Rms voltage for capacitor charge/discharge

[dimpledur]

Homework Statement

Hello,
I was wondering if anyone could confirm my work for the following graph:

I'm supposed to find the rms for 1 complete cycle (0, 10ms)

The time constant is 1ms.
Charging phase, v=1-e^(-t/1ms)=1-e^(-1000t)
discharging phase, v=e^(-1000t)

The Attempt at a Solution

First, I find the rms contribution for the charging stage.
$$\sqrt{\frac{1}{10^{-3}}\int ^{5(10)^{-3}}_{0}{(1-e^{-1000t})^2dt}}=\sqrt{\frac{1}{10^{-3}}(t-\frac{e^{-2000t}}{2000}+\frac{e^{-1000t}}{500}|^{5(10)^{-3}}_{0})}=0.59274 V$$
Next, I found the contribution of the discharge phase:
$$\sqrt{\frac{1}{10^{-3}}\int ^{5(10)^{-3}}_{0}{(e^{-1000t})^2dt}}=\sqrt{\frac{1}{10^{-3}}(-\frac{e^{-2000t}}{2000}|^{5(10)^{-3}}_{0})}=0.707091 V$$
and the effective rms for the entire cycle is
$$v_{rms}=\sqrt{(0.59274 V)^2+(0.707091 V)^2}=0.923 V$$

Or do I have to multiply each of the functions underneatht he the sqrt by a factor of 5(10)^-3 ?

 

[gneill]

Add the means (over the cycle length) of the voltage-squared contributions of each section of the curve prior to taking the square root.
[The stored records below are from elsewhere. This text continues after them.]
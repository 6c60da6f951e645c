/* SPDX-License-Identifier: MIT
 *
 * The list of solvers, and the words for why a run ended.
 */
#include "solve/solve_internal.h"

#include <string.h>

static const struct solver *const solvers[] = {&fixed_rank_cg_solver,
                                               &grassmann_cg_solver,
                                               &grassmann_trust_region_solver,
                                               &alternating_solver,
                                               &recursive_least_squares_solver,
                                               &grassmann_stochastic_solver,
                                               &grassmann_variance_reduced_solver,
                                               &subgradient_solver};

const struct solver *solver_at(size_t k)
{
    return k < sizeof solvers / sizeof *solvers ? solvers[k] : NULL;
}

const struct solver *solver_find(const char *name)
{
    for (size_t k = 0; solver_at(k) != NULL; k++)
        if (strcmp(solver_at(k)->name, name) == 0)
            return solver_at(k);
    return NULL;
}

const char *solver_name(const struct solver *solver)
{
    return solver->name;
}

bool solver_is_robust(const struct solver *solver)
{
    return solver->loss == LOSS_ABSOLUTE;
}

const char *solver_summary(const struct solver *solver)
{
    return solver->summary;
}

const char *solve_stop_word(enum solve_stop stop)
{
    static const char *const words[] = {
#define SOLVE_STOP_WORD_(name, word, text) [name] = word,
        SOLVE_STOP_LIST(SOLVE_STOP_WORD_)
#undef SOLVE_STOP_WORD_
    };
    return words[stop];
}

const char *solve_stop_text(enum solve_stop stop)
{
    static const char *const texts[] = {
#define SOLVE_STOP_TEXT_(name, word, text) [name] = text,
        SOLVE_STOP_LIST(SOLVE_STOP_TEXT_)
#undef SOLVE_STOP_TEXT_
    };
    return texts[stop];
}

bool solve_converged(enum solve_stop stop)
{
    return stop == STOP_GRADIENT || stop == STOP_EXACT || stop == STOP_CHANGE;
}
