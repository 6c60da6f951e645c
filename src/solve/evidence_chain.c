/* SPDX-License-Identifier: MIT
 *
 * Factors and effects of the steps, AR(1) in time: every component k of (u_t, a_t) is stationary of variance su_k, its
 * correlation falling by rho_k a step. The posterior of all steps together, given the series, is that of chain.c, with
 * the gathered c S of a step as its data and c (t - S[p, .]) as right side (evidence_side.c); a step in which nothing
 * was seen has no data and follows its neighbours. Its error is
 *
 *     q - 2 (h't[0..p] + t[p]) + <E[hh'], S[0..p, 0..p]> + 2 h'S[p, 0..p] + S[p, p]
 *
 * with t, S[p, .] and q kept from the gather and c S still in its place.
 *
 * su_k and rho_k maximise the expected log density of all steps (kalman_learn). The change of basis stops when the
 * chain begins: rho_k belongs to its component.
 *
 * Cost: three small factorisations a step. The gather, the marginals and the components are parallel, and the two
 * messages run beside one another.
 */
#include "solve/evidence_internal.h"

#include <math.h>
#include <string.h>

/* t (p + 1 numbers), S[p, 0..p] (p + 1) and q of a line. */
size_t evidence_chain_store(size_t rank)
{
    return 2 * (rank + 2) + 1;
}

size_t evidence_chain_scratch(size_t rank)
{
    size_t gather = moments_batch_size(rank + 2) + batch_size(packed_size(rank + 1)) + moments_stride(rank + 2);
    size_t marginal = BATCH_LANES * chain_room(rank + 1) + chain_work(rank + 1);
    return gather > marginal ? gather : marginal;
}

struct chain_job {
    struct evidence *evidence;
    struct evidence_time *time;
};

/* Of eight lines: c S in the place of their moments, c (t - S[p, .]) in that of their means, and the store. */
static void gather_batch(void *opaque, size_t batch, size_t worker)
{
    struct chain_job *job = opaque;
    struct evidence *evidence = job->evidence;
    struct evidence_side *side = job->time->steps;
    size_t rank = evidence->rank, free = rank + 1, first = batch * BATCH_LANES, left = side->half->lines - first;
    size_t count = left < BATCH_LANES ? left : BATCH_LANES;
    double *at = evidence->scratch + worker * evidence->scratch_size, *to[BATCH_LANES], precision[BATCH_LANES];
    struct moments_batch sum = moments_batch_carve(at, rank + 2);
    double *data = at + moments_batch_size(rank + 2), *beyond = data + batch_size(packed_size(free));
    const double *cross = sum.second + packed_size(free) * BATCH_LANES;
    moments_gather(&job->time->series->moments, side->half, evidence->problem->target.precision, first, &sum);
    for (size_t lane = 0; lane < BATCH_LANES; lane++) {
        precision[lane] = lane < count ? side->line_precision[first + lane] / evidence->noise : 0;
        to[lane] = lane < count ? side->moments.data + (first + lane) * side->moments.stride : beyond;
    }
    for (size_t k = 0; k < packed_size(free); k++)
        for (size_t lane = 0; lane < BATCH_LANES; lane++)
            data[k * BATCH_LANES + lane] = precision[lane] * sum.second[k * BATCH_LANES + lane];
    packed_batch_unpack(side->moments.kernel, data, packed_size(free), to);
    for (size_t lane = 0; lane < count; lane++) {
        double *store = job->time->store + (first + lane) * evidence_chain_store(rank);
        for (size_t k = 0; k <= free; k++) {
            store[k] = sum.target[k * BATCH_LANES + lane];
            store[free + 1 + k] = cross[k * BATCH_LANES + lane];
        }
        store[2 * (free + 1)] = sum.square[lane];
        for (size_t k = 0; k < free; k++)
            MATRIX_AT(side->mean, first + lane, k) = precision[lane] * (store[k] - store[free + 1 + k]);
    }
}

static void message_task(void *opaque, size_t block, size_t worker)
{
    struct chain_job *job = opaque;
    double *work = job->evidence->scratch + worker * job->evidence->scratch_size;
    (block == 0 ? chain_forward : chain_backward)(&job->time->chain, work);
}

static double line_error(const struct evidence *evidence, const struct evidence_side *side, size_t line,
                         const double *mean, const double *covariance)
{
    size_t free = evidence->rank + 1;
    const double *target = evidence->time->store + line * evidence_chain_store(evidence->rank);
    const double *cross = target + free + 1, *data = side->moments.data + line * side->moments.stride;
    double error = 0;
    for (size_t k = 0, at = 0; k < free; k++)
        for (size_t l = 0; l <= k; l++, at++)
            error += (k == l ? 1 : 2) * (mean[k] * mean[l] + covariance[at]) * data[at];
    error *= evidence->noise / side->line_precision[line];
    error += target[2 * (free + 1)] - 2 * target[free] + cross[free];
    for (size_t k = 0; k < free; k++)
        error += 2 * mean[k] * (cross[k] - target[k]);
    return error > 0 ? error : 0;
}

static void marginal_batch(void *opaque, size_t batch, size_t worker)
{
    struct chain_job *job = opaque;
    struct evidence *evidence = job->evidence;
    struct evidence_side *side = job->time->steps;
    const struct chain *chain = &job->time->chain;
    size_t rank = evidence->rank, first = batch * BATCH_LANES;
    double *out = evidence->scratch + worker * evidence->scratch_size, *work = out + BATCH_LANES * chain_room(rank + 1);
    chain_marginals(chain, side->moments.kernel, first, out, work);
    for (size_t lane = 0; lane < BATCH_LANES && first + lane < chain->steps; lane++) {
        size_t line = job->time->axis->order[first + lane];
        const double *mean = chain_mean(chain, out, lane), *covariance = chain_covariance(chain, out, lane);
        side->line_error[line] = line_error(evidence, side, line, mean, covariance);
        evidence_moments_write(side->moments.data + line * side->moments.stride, mean, covariance, rank);
        for (size_t k = 0; k < rank; k++)
            MATRIX_AT(side->mean, line, k) = mean[k];
        MATRIX_AT(side->mean, line, side->effect_at) = mean[rank];
        MATRIX_AT(side->mean, line, side->one_at) = 1;
    }
}

void evidence_chain_update(struct evidence *evidence)
{
    struct evidence_side *side = evidence->time->steps;
    struct chain_job job = {evidence, evidence->time};
    size_t batches = (side->half->lines + BATCH_LANES - 1) / BATCH_LANES;
    team_run(evidence->context, batches, gather_batch, &job);
    team_run(evidence->context, 2, message_task, &job);
    team_run(evidence->context, batches, marginal_batch, &job);
}

/* One component, over all steps. Component `rank` is the effect. */
static void prior_component(void *opaque, size_t k, size_t worker)
{
    (void)worker;
    struct chain_job *job = opaque;
    const struct evidence_time *time = job->time;
    const struct evidence_side *side = time->steps;
    size_t rank = job->evidence->rank, d = rank + 1, row = k < rank ? k : rank + 1;
    size_t square = packed_size(row) + row, first = row < rank ? packed_size(rank) + row : packed_size(row) + rank;
    struct kalman_tally tally = {0};
    double before = 0, before_mean = 0, forgot = 1 - time->steps_law[k].correlation;
    time->law_moved[k] = 0;
    if (!(time->steps_law[k].variance > 0))
        return;
    for (size_t t = 0; t < time->chain.steps; t++) {
        size_t line = time->axis->order[t];
        const double *moment = side->moments.data + line * side->moments.stride;
        double now = moment[square], mean = moment[first];
        if (t == 0) {
            tally.series = 1;
            tally.first = now;
        } else {
            kalman_tally_step(&tally, kalman_step(time->clock[t - 1], time->clock[t]), now,
                              mean * before_mean + time->chain.cross[line * d + k], before);
        }
        before = now;
        before_mean = mean;
    }
    kalman_learn(&tally, &time->steps_law[k]);
    side->variance[k] = time->steps_law[k].variance;
    time->law_moved[k] = fabs(1 - time->steps_law[k].correlation - forgot) / forgot;
}

void evidence_chain_prior(struct evidence *evidence)
{
    struct chain_job job = {evidence, evidence->time};
    team_run(evidence->context, evidence->rank + 1, prior_component, &job);
}
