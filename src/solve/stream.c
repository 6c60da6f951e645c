/* SPDX-License-Identifier: MIT
 *
 * The frame around passes: what all solvers have in common that go through the table a few lines at a time.
 *
 *     begin      warm, from the point that came, when the fall of the objective that its gradient promises,
 *                |g|^2 / (p |R|^2) with p the share of cells seen, is below a tenth; else cold, from a random basis
 *     pass       the solver's own; then U = Q T, the projection is evaluated at Q, and the best point seen is kept
 *     finish     when a pass lowers the objective by less than one in a hundred, or, after the first three, does not
 *                halve it: Gauss-Newton and Newton steps in a trust region (trust.c) from the best point
 *
 * A pass brings a point near the minimum within a few times the cost of reading the table, but not into it: what is
 * left falls like one over the number of passes. The trust region is slow from afar and fast from near. So each does
 * what it can do, and a run ends in a minimum like that of any other solver, unless a limit ends it before.
 *
 * Why cold: the passes weigh the directions of U by how much the table moves along them, and learn from one line at a
 * time what the next is told. From a spectral start, whose weak directions are noise of the pattern and lie on few
 * lines, they end in a bad valley (with a condition of 30 at ten times the error after three passes); from a random
 * basis all directions begin alike. The point that came is not lost: it is the best point until a pass finds a better
 * one. Warm runs are for points of an earlier fit; then the passes count as if one had been made.
 *
 * Cost: a pass and an evaluation (projection.c) an iteration; while finishing that of trust.c.
 */
#include "solve/stream_internal.h"

#include <math.h>

static const double warm_below = 0.1;
/* A fall of the objective by one in a hundred is one in two hundred of the error. */
static const double worth = 1e-2;
/* On a table without noise a pass takes off some such part for ever; then few of them should do as much as a step of
   the trust region. */
enum { PASSES_FEW = 3 };
static const double worth_later = 0.5;
/* As grassmann_trust_region.c has them. */
static const struct trust_rules rules = {.accuracy = 0.1, .inner_most = 200, .exact = true};

void stream_destroy(fescue_context *context, void **state)
{
    struct stream *stream = *state;
    arena_close(context, &stream->arena);
    memory_give(context, state);
}

static void stream_reserve(struct arena *arena, const struct stream_kind *kind, const struct field *field, size_t rank)
{
    const struct cells *target = &field->problem->target;
    size_t shorter = target->rows <= target->columns ? target->rows : target->columns;
    projection_reserve(arena, field, rank);
    trust_reserve(arena, field, rank);
    batches_reserve(arena, field, rank, kind->width(field, rank));
    matrix_reserve(arena, shorter, rank);
    matrix_reserve(arena, rank, rank);
    arena_reserve(arena, dense_work_size(shorter, rank), sizeof(double));
    arena_reserve(arena, 1, kind->own);
    kind->reserve(arena, field, rank);
}

static void stream_carve(struct stream *stream, const struct low_rank *point)
{
    struct arena *arena = &stream->arena;
    size_t rank = point->rank;
    projection_carve(arena, stream->field, point, &stream->projection);
    trust_carve(arena, &stream->projection, &stream->trust);
    batches_carve(arena, stream->field, rank, stream->kind->width(stream->field, rank), &stream->batches);
    size_t shorter = stream->projection.by_short->lines;
    stream->best = matrix_carve(arena, shorter, rank);
    stream->turn = matrix_carve(arena, rank, rank);
    stream->dense = arena_carve(arena, dense_work_size(shorter, rank), sizeof(double));
    stream->own = arena_carve(arena, 1, stream->kind->own);
    stream->kind->carve(stream);
}

static bool is_warm(const struct stream *stream)
{
    const struct cells *target = &stream->field->problem->target;
    double share = (double)target->count / ((double)target->rows * (double)target->columns);
    double gradient = stream->measure.gradient;
    return gradient * gradient <= warm_below * share * stream->measure.square;
}

static fescue_status stream_begin(struct stream *stream)
{
    struct random_stream random = random_open(1, RANDOM_BATCH, UINT32_MAX); /* no pass has this number */
    trust_start(&stream->trust);
    tall_copy(stream->trust.work.context, stream->projection.basis, NULL, stream->best);
    stream->measure = stream->trust.measure;
    stream->running = stream->measure.objective;
    if (is_warm(stream)) {
        stream->passes = 1;
        return FESCUE_OK;
    }
    stream->running = INFINITY;
    return grassmann_random_point(&stream->trust.work, &random, stream->projection.basis);
}

fescue_status stream_create(const struct stream_kind *kind, struct field *field, const struct low_rank *point,
                            void **state)
{
    fescue_context *context = field->problem->context;
    struct stream *stream;
    fescue_status status = TAKE(context, 1, &stream);
    if (status != FESCUE_OK)
        return status;
    *state = stream;
    stream->kind = kind;
    stream->field = field;
    stream_reserve(&stream->arena, kind, field, point->rank);
    TRY(arena_open(context, &stream->arena));
    stream_carve(stream, point);
    TRY(stream_begin(stream));
done:
    if (status != FESCUE_OK)
        stream_destroy(context, state);
    return status;
}

void stream_measure(const void *state, struct solve_measure *measure)
{
    *measure = ((const struct stream *)state)->measure;
}

/* The projection stands at the best point, evaluated. */
static void best_recall(struct stream *stream)
{
    tall_copy(stream->trust.work.context, stream->best, NULL, stream->projection.basis);
    trust_start(&stream->trust);
}

static void finish_begin(struct stream *stream)
{
    stream->finishing = true;
    best_recall(stream);
    trust_widen(&stream->trust);
}

/* One pass; ends the passes when it was not worth it, or left numbers that are none. */
static fescue_status pass_make(struct stream *stream)
{
    struct projection *p = &stream->projection;
    fescue_status status;
    TRY(stream->kind->pass(stream));
    stream->passes++;
    if (stream->lost || !isfinite(matrix_norm(p->basis))) {
        finish_begin(stream);
        goto done;
    }
    TRY(dense_qr(stream->field->problem->context, p->basis, stream->turn, stream->dense));
    if (stream->kind->rebase != NULL)
        stream->kind->rebase(stream, stream->turn);
    trust_start(&stream->trust);
    bool worthy = p->objective < (1 - (stream->passes <= PASSES_FEW ? worth : worth_later)) * stream->running;
    stream->running = p->objective;
    if (p->objective <= stream->measure.objective) {
        tall_copy(stream->trust.work.context, p->basis, NULL, stream->best);
        stream->measure = stream->trust.measure;
        stream->measure.step = 1;
    }
    if (!worthy)
        finish_begin(stream);
done:
    return status;
}

fescue_status stream_step(void *state, bool *moved)
{
    struct stream *stream = state;
    *moved = true;
    if (!stream->finishing)
        return pass_make(stream);
    fescue_status status = trust_step(&stream->trust, &rules, moved);
    stream->measure = stream->trust.measure;
    return status;
}

fescue_status stream_point_write(void *state, struct low_rank *point)
{
    struct stream *stream = state;
    if (!stream->finishing)
        best_recall(stream);
    return projection_write(&stream->projection, point);
}

size_t stream_keep(void *state, struct memo_part parts[SOLVER_PARTS])
{
    struct stream *stream = state;
    parts[0] = matrix_part(stream->projection.basis);
    parts[1] = matrix_part(stream->best);
    parts[2] = (struct memo_part){&stream->measure, sizeof stream->measure};
    parts[3] = (struct memo_part){&stream->running, sizeof stream->running};
    parts[4] = (struct memo_part){&stream->passes, sizeof stream->passes};
    parts[5] = (struct memo_part){&stream->finishing, sizeof stream->finishing};
    size_t count = 6 + trust_keep(&stream->trust, parts + 6);
    return count + stream->kind->keep(stream, parts + count);
}

void stream_resume(void *state)
{
    trust_resume(&((struct stream *)state)->trust);
}
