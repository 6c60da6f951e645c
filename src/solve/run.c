/* SPDX-License-Identifier: MIT
 *
 * The driver: takes a solver through its iterations, decides when to end, and keeps the trace.
 *
 * After every iteration, in this order, with T the targets, R = P(X - T) on the seen cells, g the gradient on the
 * manifold of matrices of fixed rank:
 *
 *     exact       |R| <= 16 rounding |T|
 *     gradient    |g| <= tolerance |T|  and  |g| <= 1e-3 |R|
 *     change      over the last ten iterations the objective fell by no more than change * objective
 *     stalled     the solver found no better point, or twenty iterations brought neither a lower objective nor a
 *                 smaller gradient; when |g| <= tolerance |T| this counts as `gradient`, and for the absolute loss,
 *                 whose gradient does not vanish at a minimum, as `change`
 *     iterations, time, cancelled
 *
 * |T| is the norm of the gradient at the zero matrix, so the tolerance does not depend on units. The second half of
 * `gradient` tells a minimum from a residual that is merely getting small: on a table without noise g falls together
 * with R, and the run goes on until the cells are met to rounding, instead of leaving an error of tolerance / density.
 * The tolerance is never taken below what the store's precision can show. Of 16 roundings: each residual is the rounded
 * sum of rank + 1 rounded products.
 *
 * The run may be cut anywhere: the point that is given back is the last one accepted, and the one that came when that
 * was no worse. Between create and point_write no memory is taken, but for the trace of runs longer than TRACE_AT_ONCE.
 */
#include "solve/solve_internal.h"

#include <assert.h>
#include <math.h>

enum {
    CHANGE_WINDOW = 10,
    STALL_WINDOW = 20,
    TRACE_AT_ONCE = 1 << 16, /* lines: 4 MB; longer traces double */
};
static const double exact_roundings = 16;
static const double gradient_to_residual = 1e-3;

struct run_at { /* where the driver stands, before a step */
    uint64_t iteration;
    double recent[CHANGE_WINDOW]; /* objectives, by iteration modulo the window */
    double lowest, flattest;      /* objective and gradient */
    uint64_t improved;            /* iteration at which either was last lowered */
    double seconds;               /* since it began */
};
struct run {
    struct field field;
    const struct solver *solver;
    const struct solve_limits *limits;
    const struct memo_work *work;
    struct solve_result *result;
    struct solve_measure measure;
    struct run_at at;
    uint64_t capacity, first; /* lines of the trace: how many there may be, of earlier runs */
    double started;
};

static double rmse_of(const struct problem *problem, double square)
{
    return problem->target.count == 0 ? 0 : sqrt(square / (double)problem->target.count);
}

static double relative_gradient(const struct problem *problem, double gradient)
{
    return problem->norm == 0 ? 0 : gradient / problem->norm;
}

/* ---- the trace -----------------------------------------------------------------------------------------------------
 */

static fescue_status trace_reserve(struct run *run, uint64_t lines)
{
    fescue_context *context = run->field.problem->context;
    if (lines <= run->capacity)
        return FESCUE_OK;
    if (lines > SIZE_MAX / 2)
        return FAIL(context, FESCUE_NO_MEMORY, "a trace of so many iterations cannot be held");
    fescue_status status = RESIZE(context, (size_t)lines, &run->result->trace);
    if (status == FESCUE_OK)
        run->capacity = lines;
    return status;
}

static fescue_status trace_open(struct run *run)
{
    uint64_t lines = run->limits->iterations < TRACE_AT_ONCE ? run->limits->iterations + 1 : TRACE_AT_ONCE;
    run->capacity = run->first = run->result->trace_count;
    return trace_reserve(run, run->result->trace_count + lines);
}

static fescue_status trace_add(struct run *run, size_t rank)
{
    struct solve_result *result = run->result;
    fescue_status status = FESCUE_OK;
    if (result->trace_count == run->capacity)
        status = trace_reserve(run, 2 * run->capacity);
    if (status != FESCUE_OK)
        return status;
    result->trace[result->trace_count++] =
        (struct solve_step){.rank = (uint32_t)rank,
                            .iteration = (uint32_t)run->at.iteration,
                            .objective = run->measure.objective,
                            .rmse = rmse_of(run->field.problem, run->measure.square),
                            .gradient = relative_gradient(run->field.problem, run->measure.gradient),
                            .step = run->measure.step,
                            .seconds = clock_wall() - run->started};
    return FESCUE_OK;
}

/* ---- when to end ---------------------------------------------------------------------------------------------------
 */

static bool is_exact(const struct run *run)
{
    const struct problem *problem = run->field.problem;
    return sqrt(run->measure.square) <= exact_roundings * problem->rounding * problem->norm;
}

/* The gradient has fallen below the tolerance. */
static bool is_small(const struct run *run)
{
    const struct problem *problem = run->field.problem;
    return run->measure.gradient <= fmax(run->limits->gradient, problem->rounding) * problem->norm;
}

static bool is_flat(const struct run *run)
{
    return is_small(run) && run->measure.gradient <= gradient_to_residual * sqrt(run->measure.square);
}

static bool is_unchanged(struct run *run)
{
    double *slot = &run->at.recent[run->at.iteration % CHANGE_WINDOW];
    double before = *slot, now = run->measure.objective;
    *slot = now;
    return run->limits->change > 0 && run->at.iteration >= CHANGE_WINDOW && before - now <= run->limits->change * now;
}

/* Twenty iterations without a lower objective, by more than rounding, or a clearly smaller gradient. */
static bool is_stalled(struct run *run)
{
    const struct solve_measure *now = &run->measure;
    double slack = line_start(run->field.problem, now, 0).slack;
    if (now->objective < run->at.lowest - slack || now->gradient < 0.9 * run->at.flattest) {
        run->at.improved = run->at.iteration;
        run->at.lowest = fmin(run->at.lowest, now->objective);
        run->at.flattest = fmin(run->at.flattest, now->gradient);
    }
    return run->at.iteration - run->at.improved >= STALL_WINDOW;
}

/* Whether the run ends here, and why. */
static bool run_ends(struct run *run, bool moved)
{
    enum solve_stop *stop = &run->result->stop;
    bool unchanged = is_unchanged(run), stalled = is_stalled(run);
    if (is_exact(run))
        *stop = STOP_EXACT;
    else if (is_flat(run))
        *stop = STOP_GRADIENT;
    else if (!moved || stalled)
        *stop = is_small(run) ? STOP_GRADIENT : run->solver->loss == LOSS_ABSOLUTE ? STOP_CHANGE : STOP_STALLED;
    else if (unchanged)
        *stop = STOP_CHANGE;
    else if (run->at.iteration >= run->limits->iterations)
        *stop = STOP_ITERATIONS;
    else if (run->limits->deadline > 0 && clock_wall() >= run->limits->deadline)
        *stop = STOP_TIME;
    else
        return false;
    return true;
}

/* ---- the run -------------------------------------------------------------------------------------------------------
 */

/* The objective of a point as it came. One pass. */
static fescue_status objective_of(struct field *field, enum solve_loss loss, const struct low_rank *point,
                                  struct solve_measure *measure)
{
    struct problem *problem = field->problem;
    struct arena arena = {0};
    fescue_status status;
    double size = 0, absolute;
    matrix_reserve(&arena, point->rows, point->rank);
    TRY(arena_open(problem->context, &arena));
    struct matrix scaled = matrix_carve(&arena, point->rows, point->rank);
    tall_copy(problem->context, point->left, point->spectrum, scaled);
    sweep_errors(&field->sweep, field_rows(field), scaled, point->right, &measure->square, &absolute);
    for (size_t k = 0; k < point->rank; k++)
        size += point->spectrum[k] * point->spectrum[k];
    measure->objective = (loss == LOSS_SQUARE ? 0.5 * measure->square : absolute) + 0.5 * problem->lambda * size;
done:
    arena_close(problem->context, &arena);
    return status;
}

static void result_fill(struct run *run)
{
    struct solve_result *result = run->result;
    result->solver = run->solver->name;
    result->start = NULL;
    result->iterations = run->at.iteration;
    result->objective = run->measure.objective;
    result->rmse = rmse_of(run->field.problem, run->measure.square);
    result->gradient = relative_gradient(run->field.problem, run->measure.gradient);
}

/* What a later run of the job goes on from: the driver, its lines of the trace, the solver. */
enum { STATE_PARTS = 2 + SOLVER_PARTS };

static size_t state_parts(struct run *run, void *state, uint64_t lines, struct memo_part parts[STATE_PARTS])
{
    struct solve_step *trace = run->result->trace;
    parts[0] = (struct memo_part){&run->at, sizeof run->at};
    parts[1] = (struct memo_part){trace == NULL ? NULL : trace + run->first, (size_t)lines * sizeof *trace};
    return 2 + run->solver->keep(state, parts + 2);
}

static void run_tell(struct run *run, void *state)
{
    struct memo_part parts[STATE_PARTS];
    if (run->work->memo == NULL || run->at.iteration == 0) /* before that there is nothing to be saved */
        return;
    run->at.seconds = clock_wall() - run->started;
    memo_tell(run->work, parts, state_parts(run, state, run->result->trace_count - run->first, parts));
}

/* To where an earlier run of the job was, if it was in this fit. */
static fescue_status run_resume(struct run *run, void *state, bool *resumed)
{
    struct memo_part parts[STATE_PARTS];
    struct run_at before = run->at;
    uint64_t size = memo_state_size(run->work), fixed = 0, lines;
    fescue_status status;
    *resumed = false;
    size_t count = size == 0 ? 0 : state_parts(run, state, 0, parts);
    for (size_t k = 0; k < count; k++)
        fixed += parts[k].size;
    if (size <= fixed)
        return FESCUE_OK;
    lines = (size - fixed) / sizeof *run->result->trace; /* if that is not whole it does not fit, and is not taken */
    TRY(trace_reserve(run, run->first + lines));
    TRY(memo_resume(run->work, parts, state_parts(run, state, lines, parts), resumed));
    if (!*resumed)
        goto done;
    run->result->trace_count += lines;
    run->started -= run->at.seconds;
    run->solver->resume(state);
    run->solver->measure(state, &run->measure);
done:
    if (!*resumed)
        run->at = before;
    return status;
}

/* Iterates until a rule fires. FESCUE_STOPPED when asked to stop. */
static fescue_status run_iterate(struct run *run, void *state, size_t rank)
{
    fescue_status status;
    bool moved = true, resumed;
    TRY(run_resume(run, state, &resumed));
    for (;; resumed = false) {
        if (!resumed) {
            run->solver->measure(state, &run->measure);
            TRY(trace_add(run, rank));
            if (run_ends(run, moved))
                break;
        }
        status = progress_tell(run->field.problem->context, "fitting", -1);
        run_tell(run, state);
        if (status != FESCUE_OK) {
            run->result->stop = STOP_CANCELLED;
            break;
        }
        TRY(run->solver->step(state, &moved));
        run->at.iteration++;
    }
done:
    return status;
}

static double absolute_targets(const struct problem *problem)
{
    double sum = 0;
    for (uint64_t k = 0; k < problem->target.count; k++)
        sum += fabs(cells_value(&problem->target, &problem->target.by_row, k));
    return sum;
}

/* The only matrix of rank 0 is the answer. */
static void run_empty(struct run *run)
{
    const struct problem *problem = run->field.problem;
    run->measure.square = problem->norm * problem->norm;
    run->measure.objective = run->solver->loss == LOSS_SQUARE ? 0.5 * run->measure.square : absolute_targets(problem);
    run->result->stop = problem->norm == 0 ? STOP_EXACT : STOP_GRADIENT;
    result_fill(run);
}

static fescue_status run_afresh(const struct run *asked, struct low_rank *point)
{
    struct run run = *asked;
    struct problem *problem = run.field.problem;
    const struct solver *solver = run.solver;
    struct solve_measure given = {0};
    fescue_context *context = problem->context;
    void *state = NULL;
    fescue_status status, ended;
    assert(point->rows == problem->target.rows && point->columns == problem->target.columns);
    run.started = clock_wall();
    run.at.lowest = run.at.flattest = INFINITY;
    if (point->rank == 0) {
        run_empty(&run);
        return FESCUE_OK;
    }
    TRY(sweep_create(context, &problem->target, point->rank * solver->width, &run.field.sweep));
    TRY(objective_of(&run.field, solver->loss, point, &given));
    TRY(trace_open(&run));
    TRY(solver->create(&run.field, point, &state));
    ended = run_iterate(&run, state, point->rank);
    if (run.measure.objective <= given.objective)
        TRY(solver->point_write(state, point));
    else {
        run.measure.objective = given.objective;
        run.measure.square = given.square;
    }
    result_fill(&run);
    status = ended;
done:
    if (state != NULL)
        solver->destroy(context, &state);
    sweep_destroy(&run.field.sweep);
    return status;
}

fescue_status solve_run(struct problem *problem, const struct solver *solver, const struct solve_limits *limits,
                        struct low_rank *point, struct solve_result *result)
{
    struct run run = {.field.problem = problem, .solver = solver, .limits = limits, .result = result};
    if (point->rank == 0)
        return run_afresh(&run, point);
    struct memo_work work = memo_begin(problem->context, run_digest(problem, solver, limits, point));
    if (work.recalls)
        return run_recall(problem->context, &work, solver, point, result);
    uint64_t before = result->trace_count;
    run.work = &work;
    fescue_status status = run_afresh(&run, point);
    if (status == FESCUE_OK)
        run_keep(&work, point, result, before);
    return status;
}

void solve_result_free(fescue_context *context, struct solve_result *result)
{
    if (result == NULL)
        return;
    GIVE(context, &result->trace);
    *result = (struct solve_result){0};
}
So:
$$A = \frac{1}{10^{-3}}\int ^{5(10)^{-3}}_{0}{(1-e^{-1000t})^2dt}$$
$$B = \frac{1}{10^{-3}}\int ^{5(10)^{-3}}_{0}{(e^{-1000t})^2dt}$$
$$v_{rms} = \sqrt{A + B}$$

 

[dimpledur]

Interesting. That seems a lot easier. Thanks!

 

[dimpledur]

When I do as you stated, I get an rms value of 2V. Steady state voltage in this particular instant is 1V.

 

[gneill]

Oops. The period of the waveform is 10ms or 10^-2s, not 10^-3s. So the constant multiplying the integrals should be 1/10^-2 = 100.

I think you'll find that the RMS value should be 0.634V.

 

[dimpledur]

I probably should have caught that. Thanks!